Die Majorz-Zwischenbilanz dieses Wahlherbstes: Am Ende der zweiten Wahlgänge wird die SVP im 46-köpfigen Ständerat realistischerweise über sechs bis sieben Sitze verfügen. Und trotz historisch beispielloser Stärke ist keineswegs gewiss, dass die Partei einen zweiten Bundesratssitz erobern kann. Nicht berauschend für die ­Triumphatorin von letztem Sonntag.

Die Erklärungen? Gewiss rächt sich zuweilen, dass die SVP das Denken zu sehr zentralisiert hat. In der Einsamkeit einer Herrliberger Villa und einer Zeitungsredaktion im Zürcher Kreis 5 lassen sich konservative Revolutionen und bürgerliche Schulterschlüsse nicht a priori am besten planen. Und gewiss war nie die Brillanz breiter Personenkreise der Treibstoff für den SVP-Erfolg. Dieser beruht auf einer Mischung von mehrheitsfähigen Ideen und fast grenzenloser Finanzkraft. An Exponenten mit Format jedoch – auf die es bei Persönlichkeitswahlen doch so sehr ankommt – hat der Freisinn trotz eines langen Schrumpfprozesses bis heute mehr zu bieten. Wo aber Köpfe fehlen, droht eben Kopfsalat.

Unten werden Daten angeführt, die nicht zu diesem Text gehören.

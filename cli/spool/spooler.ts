import { getRevision } from '../../shared/contract/designs.ts'
import { listInstruments } from '../../shared/contract/instruments.ts'
import { getLedgerKey } from '../../shared/contract/ledger.ts'
import type { Record as StoredRecord } from '../../shared/contract/record.ts'
import { postTrim } from '../../shared/contract/trims.ts'
import { isOgeeError, OgeeError } from '../../shared/errors.ts'
import { SOLVER_VERSION } from '../../shared/solver/version.ts'
import { dryRun, revisionAsked } from '../dry-run.ts'
import type { Io } from '../io.ts'
import type { AnyRecord, SpooledRecord } from '../record-rendering.ts'
import { defaultKey, type RequestBody } from '../request.ts'
import type { Spool } from './folder.ts'
import { pinKey, pinnedKey } from './pinned-key.ts'
import { sendPending } from './send-pending.ts'
import { isOutage, type SpoolClient } from './spool-client.ts'

/** How long a measurement waits for older ones to be sent before it goes behind them into the spool. */
const backlogMs = 5_000
const instrumentsStaleMs = 3_600_000

type Computed = Omit<SpooledRecord, 'spooled'>

/** What codes belong to; a verification loads none, so it stands beside. */
const whatOf = ({ kind, design, unit, channel, range }: Computed) =>
  JSON.stringify([kind, design, unit, channel, range])

/**
 * Records a measurement, or, while the server is away, computes its codes here and puts it down to be sent later.
 * Guarantee: what it gives back is recorded or on disk; in both cases under the key that makes a repeat harmless.
 */
export class Spooler {
  readonly client: SpoolClient
  readonly spool: Spool
  readonly #io: Io
  /** Once the server was away, a long-lived process asks it again only now and then. */
  #awayUntil = 0
  #turn: Promise<unknown> = Promise.resolve()

  constructor(client: SpoolClient, spool: Spool, io: Io) {
    this.client = client
    this.spool = spool
    this.#io = io
  }

  async record(body: RequestBody, given: string | undefined): Promise<AnyRecord> {
    const key = given ?? (await defaultKey(body))
    if (!(await this.mayGoAhead())) return await this.put(body, key)
    try {
      const record = await this.client.call(postTrim, { body, idempotencyKey: key })
      await this.remember(record, body)
      return record
    } catch (error) {
      if (!isOutage(error)) throw error
      this.noteAway()
      return await this.put(body, key)
    }
  }

  noteAway(): void {
    this.#awayUntil = performance.now() + 2_000
  }

  /** True when everything older was sent and the server was not away a moment ago: then order is kept. */
  async mayGoAhead(): Promise<boolean> {
    // One at a time: blocks of a batch ask side by side.
    const turn = this.#turn.then(() => this.#sendOlder())
    this.#turn = turn.catch(() => undefined)
    return await turn
  }

  async #sendOlder(): Promise<boolean> {
    if (performance.now() < this.#awayUntil) return false
    if (this.spool.names('pending').length === 0) return true
    const until = performance.now() + backlogMs
    const refused: string[] = []
    const sending = await this.spool.alone(() =>
      sendPending(
        this.spool,
        this.client,
        (line) => void (line.problem && refused.push(line.unit)),
        () => performance.now() < until,
      ),
    )
    for (const unit of refused) {
      this.#io.say(`ogee: the server did not take unit ${unit}; see ${this.spool.dir}/refused.`)
    }
    if (sending?.stopped && !isOutage(sending.stopped)) throw sending.stopped
    if (sending?.stopped) this.noteAway()
    return this.spool.names('pending').length === 0
  }

  /**
   * Computes with what is kept here, and puts the measurement down; the same one again is the one that is there. Of many
   * (`isLast` false) none is saved before `spool.sync` has returned.
   */
  async put(body: RequestBody, key: string, isLast = true): Promise<SpooledRecord> {
    const known = this.spool.withKey(key)
    if (known) return { ...(known.entry.printed as unknown as Computed), spooled: known.path }
    const computed = await this.#compute(body)
    const at = new Date(this.#io.now()).toISOString()
    const codes = computed.result.format === 'ogee.codes/1' ? computed.result.trim.codes : null
    const claimed = { solver: SOLVER_VERSION, codes, at }
    const entry = { format: 'ogee.spooled/1', key, savedAt: at, body: { ...body, claimed } } as const
    const file = this.spool.add({ ...entry, printed: computed }, whatOf(computed), isLast)
    return { ...computed, spooled: file }
  }

  async #compute(body: RequestBody): Promise<Computed> {
    const { follows, ...rest } = body
    // Which record is the last only the server knows: that is no fault of the unit.
    if (body.effects === 'learned' && follows === 'last') {
      const why =
        'The server does not answer, and a pass whose effects are learned needs the record before it.'
      throw new OgeeError('server-unreachable', why)
    }
    // Codes do not depend on the record that is followed unless effects are learned from it.
    const dry = await dryRun(this.client.offline, body.effects === 'learned' ? body : rest)
    const { dryRun: _, ...record } = dry
    const computed = { ...record, pass: follows === undefined ? record.pass : null, follows: follows ?? null }
    if (body.applied === undefined && record.kind === 'trim') this.#sayNeutral(computed)
    return computed
  }

  /** Codes that this spool gave out are loaded for all we know: not said, they would be corrected twice. */
  #sayNeutral(computed: Computed): void {
    const { unit } = computed
    if (this.spool.hasOf(whatOf(computed))) {
      throw new OgeeError(
        'applied-required',
        `Unit ${unit} got codes from this spool. Say with --applied which were loaded while measuring, or neutral.`,
      )
    }
    this.#io.say(
      `ogee: unit ${unit}: neutral was assumed, since the server cannot be asked which codes are loaded.`,
    )
  }

  /** Keeps what is needed to go on without the server; asks for it only when it is not there or not the same. */
  async remember(record: StoredRecord, body: RequestBody): Promise<void> {
    const { client, spool } = this
    try {
      const number = await revisionAsked(client, body)
      const asked = { params: { key: body.design, number } }
      if (client.cache.read(getRevision, asked)?.reply.hash !== record.designHash) {
        await client.call(getRevision, asked)
      }
      const instruments = client.cache.read(listInstruments, {})
      if (
        body.conditions?.instrument !== undefined &&
        (instruments?.ageMs ?? Infinity) > instrumentsStaleMs
      ) {
        await client.call(listInstruments, {})
      }
      if (pinnedKey(spool) === null) pinKey(spool, await client.call(getLedgerKey, {}))
    } catch (error) {
      if (!isOgeeError(error)) throw error
      // It is recorded; that it may not go on without the server is said and is no trouble of this measurement.
      this.#io.say(`ogee: what --spool needs without the server could not be kept: ${error.message}`)
    }
  }
}
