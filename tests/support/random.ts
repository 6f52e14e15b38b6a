/** A seeded generator for tests (mulberry32, public domain): every random run prints its seed and repeats from it. */
export type Random = { next: () => number; below: (n: number) => number; pick: <T>(items: readonly T[]) => T }

export function seededRandom(seed: number): Random {
  let state = seed >>> 0
  const next = () => {
    state = (state + 0x6d2b79f5) >>> 0
    let t = state
    t = Math.imul(t ^ (t >>> 15), t | 1)
    t ^= t + Math.imul(t ^ (t >>> 7), t | 61)
    return ((t ^ (t >>> 14)) >>> 0) / 4294967296
  }
  const below = (n: number) => Math.floor(next() * n)
  return { next, below, pick: (items) => items[below(items.length)]! }
}

/** The seed of this run: `OGEE_SEED`, or a new one; printed when the test fails by being part of its message. */
export function runSeed(): number {
  const given = process.env.OGEE_SEED
  return given === undefined ? Math.floor(Math.random() * 2 ** 31) : Number(given)
}
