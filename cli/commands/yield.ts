import { setImmediate } from 'node:timers/promises'
import { startYield, YIELD_TRIALS_MAX } from '../../shared/solver/yield/simulate.ts'
import type { PassYield, YieldResult } from '../../shared/solver/yield/types.ts'
import { type Command, type Context, everyFormat, type Given } from '../command.ts'
import { readDesign } from '../design-file.ts'
import { designFileOption, rangeOption } from '../measurement-options.ts'
import { oneOf, text, wholeNumber } from '../option-values.ts'
import { print } from '../output.ts'
import { decimals, lsb } from '../quantities.ts'
import { pairs, textTable } from '../table.ts'

type Options = {
  design: string
  range: string | undefined
  trials: number
  seed: number
  passes: number
  effects: 'design' | 'learned'
}

const sources = ['design', 'learned'] as const

export const yieldCommand: Command<Options> = {
  about:
    'Draws units from the budget, measures them by the plan, trims them with the same fit and codes as\n' +
    '`ogee codes`, and judges the true remaining error against the tolerance of the decision part. The same\n' +
    'seed gives the same numbers on every machine.',
  options: [
    designFileOption,
    rangeOption,
    { flags: '--trials <count>', says: 'how many units (default 100000)' },
    { flags: '--seed <number>', says: 'where the random numbers start (default 1)' },
    { flags: '--passes <count>', says: 'trims of each unit, 1 to 9 (default 2)' },
    {
      flags: '--effects <source>',
      says: 'from pass 2 on: effects of the design, or learned from the pass before (default design)',
      choices: sources,
    },
  ],
  formats: everyFormat,
  examples: [
    { run: 'ogee yield --design design.json --trials 20000', says: 'Yield after one and after two passes.' },
    {
      run: 'ogee yield --design design.json --trials 5000 --seed 7 --passes 3 --effects learned --format csv',
      says: 'With the effects learned from the first move.',
    },
  ],
  read: ({ options }: Given) => ({
    design: text(options.design) ?? '',
    range: text(options.range),
    trials: wholeNumber('--trials', text(options.trials) ?? '100000', 1, YIELD_TRIALS_MAX),
    seed: wholeNumber('--seed', text(options.seed) ?? '1', 0, Number.MAX_SAFE_INTEGER),
    passes: wholeNumber('--passes', text(options.passes) ?? '2', 1, 9),
    effects: oneOf('--effects', text(options.effects) ?? 'design', sources),
  }),
  run: simulate,
}

/** Units between two looks at signals and the clock. */
const block = 2_000

async function simulate(options: Options, context: Context): Promise<number> {
  const { io } = context
  const design = await readDesign(io, options.design)
  const { trials, seed, passes, effects, range } = options
  const run = startYield(design, { trials, seed, passes, effects, rangeId: range })
  let said = io.now()
  while (!run.step(block)) {
    // Lets Ctrl-C in.
    await setImmediate()
    if (io.stderrIsTerminal && io.now() - said >= 1000) {
      said = io.now()
      io.say(`Simulating, ${run.done} of ${trials}.`)
    }
  }
  const document = run.result()
  await print(
    {
      json: document,
      lines: document.passes,
      table: () => yieldTable(document),
      csv: { heads: csvHeads, rows: document.passes.map(csvRow) },
    },
    context,
  )
  return 0
}

function yieldTable({
  range,
  trials,
  seed,
  effects,
  toleranceLsb,
  passes,
  remainingLsb,
}: YieldResult): string {
  const share = (ratio: number) => `${decimals(ratio * 100, 2)} %`
  const heads = ['Pass', 'Yield', '95 % interval', 'Out of reach', 'Too coarse', 'Failing']
  return [
    pairs([
      ['Range', range],
      ['Units', `${trials}, seed ${seed}`],
      ['Effects', effects],
      ['Tolerance', lsb(toleranceLsb)],
    ]),
    textTable(
      heads.map((head) => ({ head, right: true })),
      passes.map((pass) => [
        pass.pass,
        share(pass.yield),
        `${share(pass.low95)} to ${share(pass.high95)}`,
        share(pass.outOfReach),
        share(pass.tooCoarse),
        share(pass.failing),
      ]),
    ),
    textTable(
      ['Share of units', 'Remaining at most'].map((head) => ({ head, right: true })),
      remainingLsb.quantiles.map(({ probability, lsb: value }) => [
        `${decimals(probability * 100, 1)} %`,
        value === null ? null : lsb(value),
      ]),
    ),
  ].join('\n')
}

const csvHeads = ['pass', 'yield', 'low95', 'high95', 'out_of_reach', 'too_coarse', 'failing']

function csvRow(pass: PassYield) {
  return [pass.pass, pass.yield, pass.low95, pass.high95, pass.outOfReach, pass.tooCoarse, pass.failing]
}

Letztlich jedoch zeigen insbesondere die Ständeratswahlen vor allem eines. Es gibt gute Gründe, der SVP einen zweiten Sitz im Bundesrat zu überlassen – das Pauschalargument des «Volkswillens» ist in dieser Verkürzung aber problematisch. Das Volk will mehr SVP-Politik. Aber es will nicht automatisch mehr SVP-Politiker.